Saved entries
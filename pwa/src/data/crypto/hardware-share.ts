// The hardware share of a person's key slot: a secret the tablet's platform authenticator (its
// screen lock's secure hardware) computes with WebAuthn's PRF extension from a credential made
// for that person and a salt kept in the slot. The authenticator's secret never leaves it, so a
// copied browser profile holds the credential id and the salt but cannot compute the share, and
// a PIN can no longer be tried offline against the copy (docs/threat-model.md). Nothing here
// checks who someone is: the credential is only a way to reach the PRF; its challenge is random
// and no server verifies its signature.

/** Why the authenticator gave no share, in words a person at the tablet can act on. */
export type HardwareFailure = 'refused' | 'unavailable';

export class HardwareShareError extends Error {
  override readonly name = 'HardwareShareError';
  constructor(
    readonly failure: HardwareFailure,
    message: string,
  ) {
    super(message);
  }
}

export interface HardwareEnrolment {
  credentialId: Uint8Array;
  /** The PRF's input (32 random bytes), kept in the slot. */
  salt: Uint8Array;
  /** The PRF's output for that salt (32 bytes): used once to wrap the key, never stored. */
  output: Uint8Array;
}

export interface HardwareShare {
  /** Whether this tablet has a platform authenticator that supports the PRF extension. */
  available(): Promise<boolean>;
  /** Makes a credential for a person and returns its PRF output for a new random salt. */
  enrol(person: { userId: string; name: string; email: string }): Promise<HardwareEnrolment>;
  /** The PRF output of an existing credential for `salt`. */
  evaluate(credentialId: Uint8Array, salt: Uint8Array): Promise<Uint8Array>;
}

/** What the person is told when the authenticator did not answer (refused, timed out, gone). */
export const HARDWARE_REFUSED =
  'This tablet’s screen lock did not confirm you: it was cancelled, timed out, or the key it kept for your PIN is gone (for example after the screen lock was reset). Your PIN alone cannot open the tablet’s data. Sign in with your password while online; nothing on this tablet is lost.';

export const HARDWARE_UNAVAILABLE =
  'This tablet’s screen lock cannot be used from this page. Sign in with your password while online; nothing on this tablet is lost.';

/** WebAuthn refuses IP addresses as relying parties: such an origin has no hardware share. */
function isIpHost(hostname: string): boolean {
  return /^\d{1,3}(\.\d{1,3}){3}$/.test(hostname) || hostname.startsWith('[');
}

const bytes = (buffer: ArrayBuffer | ArrayBufferView | undefined): Uint8Array | null => {
  if (!buffer) return null;
  return buffer instanceof ArrayBuffer
    ? new Uint8Array(buffer)
    : new Uint8Array(buffer.buffer, buffer.byteOffset, buffer.byteLength).slice();
};

type PrfResults = { enabled?: boolean; results?: { first?: BufferSource } };

function prfOf(credential: Credential | null): PrfResults | undefined {
  const results = (credential as PublicKeyCredential | null)?.getClientExtensionResults() as
    { prf?: PrfResults } | undefined;
  return results?.prf;
}

function failure(error: unknown): HardwareShareError {
  if (error instanceof HardwareShareError) return error;
  const name = (error as { name?: string } | null)?.name;
  // NotAllowedError covers a cancelled prompt, a timeout and a credential the authenticator no
  // longer holds: WebAuthn does not say which, so the words cover all three.
  if (name === 'NotAllowedError' || name === 'AbortError')
    return new HardwareShareError('refused', HARDWARE_REFUSED);
  return new HardwareShareError('unavailable', HARDWARE_UNAVAILABLE);
}

const TIMEOUT_MS = 60_000;

/** The browser's WebAuthn with the PRF extension (Chromium, Safari, Firefox on current systems). */
export function webAuthnShare(): HardwareShare {
  const evaluate = async (credentialId: Uint8Array, salt: Uint8Array): Promise<Uint8Array> => {
    let credential: Credential | null;
    try {
      credential = await navigator.credentials.get({
        publicKey: {
          challenge: crypto.getRandomValues(new Uint8Array(32)),
          allowCredentials: [{ type: 'public-key', id: credentialId as Uint8Array<ArrayBuffer> }],
          userVerification: 'required',
          timeout: TIMEOUT_MS,
          extensions: { prf: { eval: { first: salt as Uint8Array<ArrayBuffer> } } },
        } as PublicKeyCredentialRequestOptions,
      });
    } catch (error) {
      throw failure(error);
    }
    const output = bytes(prfOf(credential)?.results?.first);
    if (!output) throw new HardwareShareError('unavailable', HARDWARE_UNAVAILABLE);
    return output;
  };

  return {
    async available() {
      if (typeof window === 'undefined' || typeof PublicKeyCredential === 'undefined') return false;
      if (!window.isSecureContext || isIpHost(window.location.hostname)) return false;
      try {
        if (!(await PublicKeyCredential.isUserVerifyingPlatformAuthenticatorAvailable()))
          return false;
        const capabilities = await (
          PublicKeyCredential as unknown as {
            getClientCapabilities?: () => Promise<Record<string, boolean>>;
          }
        ).getClientCapabilities?.();
        // A browser that cannot say is tried: enrol() finds out and the PIN slot is the fallback.
        return capabilities?.['extension:prf'] !== false;
      } catch {
        return false;
      }
    },

    async enrol(person) {
      const salt = crypto.getRandomValues(new Uint8Array(32));
      let credential: Credential | null;
      try {
        credential = await navigator.credentials.create({
          publicKey: {
            rp: { name: 'Fuselight' },
            user: {
              id: new TextEncoder().encode(person.userId).slice(0, 64),
              name: person.email,
              displayName: person.name,
            },
            challenge: crypto.getRandomValues(new Uint8Array(32)),
            pubKeyCredParams: [
              { type: 'public-key', alg: -7 },
              { type: 'public-key', alg: -257 },
            ],
            authenticatorSelection: {
              authenticatorAttachment: 'platform',
              userVerification: 'required',
              residentKey: 'discouraged',
            },
            attestation: 'none',
            timeout: TIMEOUT_MS,
            extensions: { prf: { eval: { first: salt } } },
          } as PublicKeyCredentialCreationOptions,
        });
      } catch (error) {
        throw failure(error);
      }
      if (!credential) throw new HardwareShareError('unavailable', HARDWARE_UNAVAILABLE);
      const credentialId = new Uint8Array((credential as PublicKeyCredential).rawId);
      const prf = prfOf(credential);
      if (!prf?.enabled && !prf?.results?.first)
        throw new HardwareShareError('unavailable', HARDWARE_UNAVAILABLE);
      // Some authenticators only evaluate the PRF when asked for an assertion.
      const output = bytes(prf.results?.first) ?? (await evaluate(credentialId, salt));
      return { credentialId, salt, output };
    },

    evaluate,
  };
}

/** A tablet without a platform authenticator (tests, desks): every slot is a PIN slot. */
export const noHardwareShare: HardwareShare = {
  available: async () => false,
  enrol: async () => {
    throw new HardwareShareError('unavailable', HARDWARE_UNAVAILABLE);
  },
  evaluate: async () => {
    throw new HardwareShareError('unavailable', HARDWARE_UNAVAILABLE);
  },
};
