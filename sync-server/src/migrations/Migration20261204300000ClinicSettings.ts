import { Migration } from '@mikro-orm/migrations';

/**
 * The clinic's settings an admin changes (settings/clinic-settings.service.ts): one row per
 * setting that differs from its default, the value as JSON. The first is how long unsynced edits
 * may wait on a tablet before it warns on every screen (`unsyncedWarningHours`, default 24).
 */
export class Migration20261204300000ClinicSettings extends Migration {
  override async up(): Promise<void> {
    this.addSql(`create table "clinic_setting" (
      "key" text primary key,
      "value" jsonb not null,
      "updated_by" uuid null references "app_user" ("id") on delete set null,
      "updated_at" timestamptz not null default now()
    );`);
  }

  override async down(): Promise<void> {
    this.addSql('drop table if exists "clinic_setting";');
  }
}
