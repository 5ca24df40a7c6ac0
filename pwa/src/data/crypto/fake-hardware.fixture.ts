// A platform authenticator for unit tests: each credential holds a random secret, and its "PRF"
// is HMAC-SHA-256 of the salt under it, as a real authenticator's hmac-secret is. Credentials can
// be removed and prompts cancelled, as a person or a screen-lock reset would. The end-to-end test
// (pwa/e2e/hardware-key.e2e.ts) uses Chromium's virtual authenticator instead.
import { HARDWARE_REFUSED, HardwareShareError, type HardwareShare } from './hardware-share';

export interface FakeHardware extends HardwareShare {
  /** The ids of the credentials the authenticator holds. */
  credentialIds(): Uint8Array[];
  remove(credentialId: Uint8Array): void;
  /** The next prompt is cancelled by the person. */
  cancelNext(): void;
  /** Every PRF output handed out, to check none of them is stored. */
  outputs: Uint8Array[];
  prompts: number;
}

const hex = (bytes: Uint8Array) =>
  Array.from(bytes, (b) => b.toString(16).padStart(2, '0')).join('');

export function fakeHardware(options: { prf?: boolean } = {}): FakeHardware {
  const secrets = new Map<string, CryptoKey>();
  let cancel = false;
  const outputs: Uint8Array[] = [];
  const prompt = () => {
    fake.prompts += 1;
    if (cancel) {
      cancel = false;
      throw new HardwareShareError('refused', HARDWARE_REFUSED);
    }
  };
  const prf = async (credentialId: Uint8Array, salt: Uint8Array) => {
    const secret = secrets.get(hex(credentialId));
    if (!secret) throw new HardwareShareError('refused', HARDWARE_REFUSED);
    const output = new Uint8Array(
      await crypto.subtle.sign('HMAC', secret, salt as Uint8Array<ArrayBuffer>),
    );
    outputs.push(output.slice());
    return output;
  };
  const fake: FakeHardware = {
    outputs,
    prompts: 0,
    available: async () => true,
    async enrol() {
      prompt();
      if (options.prf === false) throw new HardwareShareError('unavailable', 'No PRF here.');
      const credentialId = crypto.getRandomValues(new Uint8Array(16));
      secrets.set(
        hex(credentialId),
        await crypto.subtle.generateKey({ name: 'HMAC', hash: 'SHA-256' }, false, ['sign']),
      );
      const salt = crypto.getRandomValues(new Uint8Array(32));
      return { credentialId, salt, output: await prf(credentialId, salt) };
    },
    async evaluate(credentialId, salt) {
      prompt();
      return prf(credentialId, salt);
    },
    credentialIds: () => [...secrets.keys()].map((id) => Uint8Array.from(Buffer.from(id, 'hex'))),
    remove: (credentialId) => void secrets.delete(hex(credentialId)),
    cancelNext: () => {
      cancel = true;
    },
  };
  return fake;
}
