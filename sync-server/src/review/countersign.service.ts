// Countersigning: the queue of visits signed by clinicians who need a supervisor's
// countersignature, and the two answers a supervisor gives — countersign, or return the visit
// to its author with a comment. Both are server changes to the visit record (so they reach the
// author's tablet on its next pull) stamped by the supervisor, with an audit event in the same
// transaction.
import { EntityManager } from '@mikro-orm/postgresql';
import {
  ConflictException,
  ForbiddenException,
  Inject,
  Injectable,
  NotFoundException,
} from '@nestjs/common';
import type { JsonValue } from '@fuselight/shared';
import { AuditService } from '../audit/audit.service';
import type { AuthUser } from '../auth/auth-user';
import { assertSiteAccess, sitesOf } from '../auth/scope';
import { CLOCK, type Clock } from '../common/clock.provider';
import { NameBook, patientName, sitesByIds } from '../common/desk-names';
import { DisputeStore } from '../disputes/dispute-store';
import { RecordStore } from '../records/record-store';
import { ServerWriter } from '../records/server-writer';
import type { StoredRecord } from '../records/stored-record';
import { VisitRecords } from '../records/visit-records';
import type { CountersignItemView, VisitReviewResult } from '@fuselight/shared';
import { applyServerChange } from '../records/server-change';

const str = (value: JsonValue | undefined): string | null =>
  typeof value === 'string' ? value : null;

@Injectable()
export class CountersignService {
  constructor(
    @Inject(EntityManager) private readonly em: EntityManager,
    @Inject(CLOCK) private readonly clock: Clock,
    @Inject(AuditService) private readonly audit: AuditService,
    @Inject(ServerWriter) private readonly writer: ServerWriter,
    @Inject(RecordStore) private readonly records: RecordStore,
    @Inject(VisitRecords) private readonly visits: VisitRecords,
    @Inject(DisputeStore) private readonly disputes: DisputeStore,
  ) {}

  async queue(user: AuthUser): Promise<{ items: CountersignItemView[] }> {
    const em = this.em.fork();
    const visits = await this.visits.awaitingCountersign(em, sitesOf(user));
    if (visits.length === 0) return { items: [] };
    const visitIds = visits.map((v) => v.id);
    const sections = await this.visits.sectionsOf(em, visitIds);
    const patients = await this.records.byIds(
      em,
      visits.map((v) => str(v.fields.patientId)).filter((id): id is string => id !== null),
    );
    const sites = await sitesByIds(
      em,
      visits.map((v) => v.siteId),
    );
    const disputes = await this.disputes.openCountsByRecord(em, [
      ...visitIds,
      ...sections.map((s) => s.id),
    ]);
    const people = visits.flatMap((v) => [str(v.fields.clinicianId), str(v.fields.signedBy)]);
    const names = await NameBook.load(
      em,
      people.filter((id): id is string => id !== null),
      [],
    );
    const items = visits.map((visit): CountersignItemView => {
      const own = sections.filter((s) => s.fields.visitId === visit.id);
      const patientId = str(visit.fields.patientId) ?? '';
      const patient = patients.get(patientId);
      const site = sites.get(visit.siteId);
      const signedBy = str(visit.fields.signedBy);
      return {
        visitId: visit.id,
        version: visit.version,
        siteId: visit.siteId,
        siteName: site?.name ?? null,
        timeZone: site?.time_zone ?? 'UTC',
        date: str(visit.fields.date) ?? '',
        reason: str(visit.fields.reason),
        patient: {
          id: patientId,
          name: patientName(patient?.fields),
          dateOfBirth: str(patient?.fields.dateOfBirth),
        },
        clinician: names.person(str(visit.fields.clinicianId) ?? ''),
        signedBy: signedBy ? names.person(signedBy) : null,
        signedAt: str(visit.fields.signedAt),
        returnedComment: str(visit.fields.returnedComment),
        openDisputes: [visit, ...own].reduce((n, r) => n + (disputes.get(r.id) ?? 0), 0),
        sections: own.map((s) => ({
          collection: s.collection,
          id: s.id,
          version: s.version,
          fields: s.fields,
        })),
      };
    });
    return { items };
  }

  countersign(user: AuthUser, visitId: string): Promise<VisitReviewResult> {
    return this.em.fork().transactional(async (em) => {
      const now = this.clock.now();
      await this.assertVisitInScope(em, user, visitId);
      // Open disputes anywhere in the visit must be resolved before its content is vouched for.
      const sections = await this.visits.sectionsOf(em, [visitId]);
      const counts = await this.disputes.openCountsByRecord(em, [
        visitId,
        ...sections.map((s) => s.id),
      ]);
      const open = [...counts.values()].reduce((a, b) => a + b, 0);
      if (open > 0) {
        throw new ConflictException(
          `This visit has ${open} open dispute${open === 1 ? '' : 's'}; resolve ${open === 1 ? 'it' : 'them'} on the Review desk before countersigning.`,
        );
      }
      const written = await applyServerChange(this.writer, em, {
        recordId: visitId,
        fields: {
          status: 'countersigned',
          countersignedBy: user.userId,
          countersignedAt: now.toISOString(),
        },
        by: user.userId,
        deviceId: user.deviceId,
        now,
        check: (visit) => this.assertSigned(visit, user, 'countersigned'),
      });
      await this.audit.record(em, {
        kind: 'review.countersigned',
        actorId: user.userId,
        deviceId: user.deviceId,
        siteId: written.siteId,
        subjectType: 'visit',
        subjectId: visitId,
        detail: { version: written.version, signedBy: written.fields.signedBy ?? null },
      });
      return {
        visitId,
        version: written.version,
        status: 'countersigned' as const,
        fields: written.fields,
      };
    });
  }

  returnToAuthor(user: AuthUser, visitId: string, comment: string): Promise<VisitReviewResult> {
    return this.em.fork().transactional(async (em) => {
      const now = this.clock.now();
      await this.assertVisitInScope(em, user, visitId);
      // Back to draft so the author can correct it and sign again; the earlier signature stays in
      // the record's history (review_field_value), and the comment travels with the record.
      const written = await applyServerChange(this.writer, em, {
        recordId: visitId,
        fields: { status: 'draft', returnedComment: comment },
        by: user.userId,
        deviceId: user.deviceId,
        now,
        check: (visit) => this.assertSigned(visit, user, 'returned'),
      });
      await this.audit.record(em, {
        kind: 'review.returned',
        actorId: user.userId,
        deviceId: user.deviceId,
        siteId: written.siteId,
        subjectType: 'visit',
        subjectId: visitId,
        detail: { version: written.version, comment, signedBy: written.fields.signedBy ?? null },
      });
      return {
        visitId,
        version: written.version,
        status: 'draft' as const,
        fields: written.fields,
      };
    });
  }

  private async assertVisitInScope(
    em: EntityManager,
    user: AuthUser,
    visitId: string,
  ): Promise<void> {
    const visit = await this.records.byId(em, visitId);
    if (!visit || visit.collection !== 'visit' || visit.deleted) {
      throw new NotFoundException(`No visit has the id ${visitId}.`);
    }
    assertSiteAccess(user, visit.siteId);
  }

  private assertSigned(
    visit: StoredRecord,
    user: AuthUser,
    action: 'countersigned' | 'returned',
  ): void {
    const status = str(visit.fields.status);
    if (status !== 'signed') {
      throw new ConflictException(
        `Only a Signed visit can be ${action}; this visit is ${status === 'countersigned' ? 'already Countersigned' : `${status ?? 'without a status'}`}.`,
      );
    }
    const author = str(visit.fields.signedBy) ?? str(visit.fields.clinicianId);
    if (author === user.userId) {
      throw new ForbiddenException(`A visit cannot be ${action} by the person who signed it.`);
    }
  }
}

→ Work instructions
From the records above, transcribe without alteration every line from the one with "platform authenticator (its" to the one with "(docs/threat-model.md). Nothing here", inclusive.

→ Answer to this exercise
// The hardware share of a person's key slot: a secret the tablet's platform authenticator (its
// screen lock's secure hardware) computes with WebAuthn's PRF extension from a credential made
// for that person and a salt kept in the slot. The authenticator's secret never leaves it, so a
// copied browser profile holds the credential id and the salt but cannot compute the share, and
// a PIN can no longer be tried offline against the copy (docs/threat-model.md). Nothing here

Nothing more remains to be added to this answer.